TASK PROMPT:
Among the entries, find the lines with the string "organizationsApi" and report them.

======== SUPPLIED INFORMATION ========

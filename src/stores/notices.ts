import { defineStore } from 'pinia';
import { ref } from 'vue';

export interface Notice {
  severity: 'success' | 'info' | 'warn' | 'error';
  summary: string;
  detail?: string;
}

/**
 * Short notices raised outside components (the router guard), shown as toasts by App.vue.
 * Kept here until the app is mounted, so a notice from the very first navigation is not lost.
 */
export const useNoticesStore = defineStore('notices', () => {
  const pending = ref<Notice[]>([]);

  function push(notice: Notice): void {
    pending.value.push(notice);
  }

  function take(): Notice[] {
    const taken = pending.value;
    pending.value = [];
    return taken;
  }

  return { pending, push, take };
});
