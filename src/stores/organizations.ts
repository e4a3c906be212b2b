import { defineStore } from 'pinia';
import { ref } from 'vue';
import type { Organization } from '@shared/schemas';
import { organizationsApi } from '@/api';

/** The organizations an administrator can put accounts in (loaded once, on demand). */
export const useOrganizationsStore = defineStore('organizations', () => {
  const items = ref<Organization[]>([]);
  const loaded = ref(false);
  const loading = ref(false);
  let pending: Promise<void> | null = null;

  function load(force = false): Promise<void> {
    if (loaded.value && !force) return Promise.resolve();
    if (!pending) {
      loading.value = true;
      pending = organizationsApi
        .list()
        .then(({ items: list }) => {
          items.value = [...list].sort((a, b) => a.name.localeCompare(b.name));
          loaded.value = true;
        })
        .finally(() => {
          loading.value = false;
          pending = null;
        });
    }
    return pending;
  }

  return { items, loaded, loading, load };
});
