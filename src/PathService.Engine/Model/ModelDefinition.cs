namespace PathService.Engine.Model;

/// <summary>Global translational direction of a node.</summary>
public enum Axis { X = 0, Y = 1, Z = 2 }

/// <summary>A joint of the structure at its initial (stress-free unless stated) position.</summary>
public sealed record NodeDefinition(string Id, double X, double Y, double Z);

/// <summary>
/// A pin-ended bar between two nodes: Young's modulus, undeformed cross-section area A0 and an optional
/// initial second Piola-Kirchhoff stress (prestress, positive in tension) present before any load.
/// </summary>
public sealed record BarDefinition(string Id, string StartNode, string EndNode, double ElasticModulus, double Area, double InitialStress = 0.0)
{
    /// <summary>Mass density (mass per unit volume in units consistent with force and length: t/m³ with kN and m); 0 = weightless.</summary>
    public double Density { get; init; }
    /// <summary>Tension-only (cable), compression-only, or both (default).</summary>
    public Elements.BarBehavior Behavior { get; init; }
    /// <summary>Yield stress for elastic-perfectly-plastic behavior, same in tension and compression; 0 = elastic throughout.</summary>
    public double YieldStress { get; init; }
    /// <summary>Second moment of area of the section for the Euler check π²EI/(KL)²; 0 = no buckling check.</summary>
    public double SecondMoment { get; init; }
    /// <summary>Effective-length factor K of the Euler check (1 for pin-ended members).</summary>
    public double EffectiveLengthFactor { get; init; } = 1.0;
}

/// <summary>A linear spring from a node to the ground acting on one global direction (an elastic bearing).</summary>
public sealed record GroundSpringDefinition(string Id, string Node, Axis Direction, double Stiffness);

/// <summary>A linear spring between two nodes acting on the difference of their displacements along one global direction.</summary>
public sealed record LinkSpringDefinition(string Id, string StartNode, string EndNode, Axis Direction, double Stiffness);

/// <summary>A restrained direction of a node, held at a prescribed displacement (zero for a plain support) throughout the analysis.</summary>
public sealed record SupportDefinition(string Node, Axis Direction, double PrescribedDisplacement = 0.0);

/// <summary>A nodal force vector in the model's force unit.</summary>
public sealed record NodalLoad(string Node, double Fx, double Fy, double Fz);

/// <summary>A displacement component watched along the path (and the control variable of displacement control).</summary>
public sealed record DofReference(string Node, Axis Direction)
{
    public override string ToString() => $"{Node}.{Direction.ToString().ToLowerInvariant()}";
}

/// <summary>
/// The load case: F(λ) = F_const + λ·F_ref. The constant part is applied in full before tracing starts;
/// the reference part is scaled by the load factor λ.
/// </summary>
public sealed record LoadCaseDefinition(IReadOnlyList<NodalLoad> Constant, IReadOnlyList<NodalLoad> Reference)
{
    public static LoadCaseDefinition ReferenceOnly(params NodalLoad[] reference) => new([], reference);
}

/// <summary>A load set: a named set of nodal loads. With <see cref="SelfWeight"/> it also carries the bars' weight.</summary>
public sealed record LoadSet(string Name, IReadOnlyList<NodalLoad> Loads, bool SelfWeight = false);

/// <summary>A load set taken with a factor into a combination.</summary>
public sealed record LoadSetFactor(string LoadSet, double Factor);

/// <summary>
/// A factored combination of load sets: the constant part is applied in full, the reference part is scaled by λ.
/// Example (EN 1990, eq. 6.10): constant 1.35·permanent, reference 1.5·snow; or (ASCE 7, 2.3.1) 1.2·dead constant and
/// 1.6·live as reference. The combination is added to any loads given directly in the load case.
/// </summary>
public sealed record LoadCombination(string Name, IReadOnlyList<LoadSetFactor> Constant, IReadOnlyList<LoadSetFactor> Reference);

/// <summary>Labels of the consistent unit system the numbers are given in; echoed in every report.</summary>
public sealed record UnitLabels(string Force = "kN", string Length = "m");

/// <summary>Everything the caller declares about a structure, before validation. Build an immutable <see cref="StructuralModel"/> from it.</summary>
public sealed record ModelDefinition
{
    public string Name { get; init; } = "model";
    public UnitLabels Units { get; init; } = new();
    public IReadOnlyList<NodeDefinition> Nodes { get; init; } = [];
    public IReadOnlyList<BarDefinition> Bars { get; init; } = [];
    public IReadOnlyList<GroundSpringDefinition> GroundSprings { get; init; } = [];
    public IReadOnlyList<LinkSpringDefinition> LinkSprings { get; init; } = [];
    public IReadOnlyList<SupportDefinition> Supports { get; init; } = [];
    public LoadCaseDefinition Loads { get; init; } = new([], []);
    public IReadOnlyList<LoadSet> LoadSets { get; init; } = [];
    public LoadCombination? Combination { get; init; }
    /// <summary>Gravitational acceleration vector for self-weight (length/s²); default 9.81 downward along z.</summary>
    public (double X, double Y, double Z) Gravity { get; init; } = (0, 0, -9.81);
}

========

REPLY:
import { organizationsApi } from '@/api';
      pending = organizationsApi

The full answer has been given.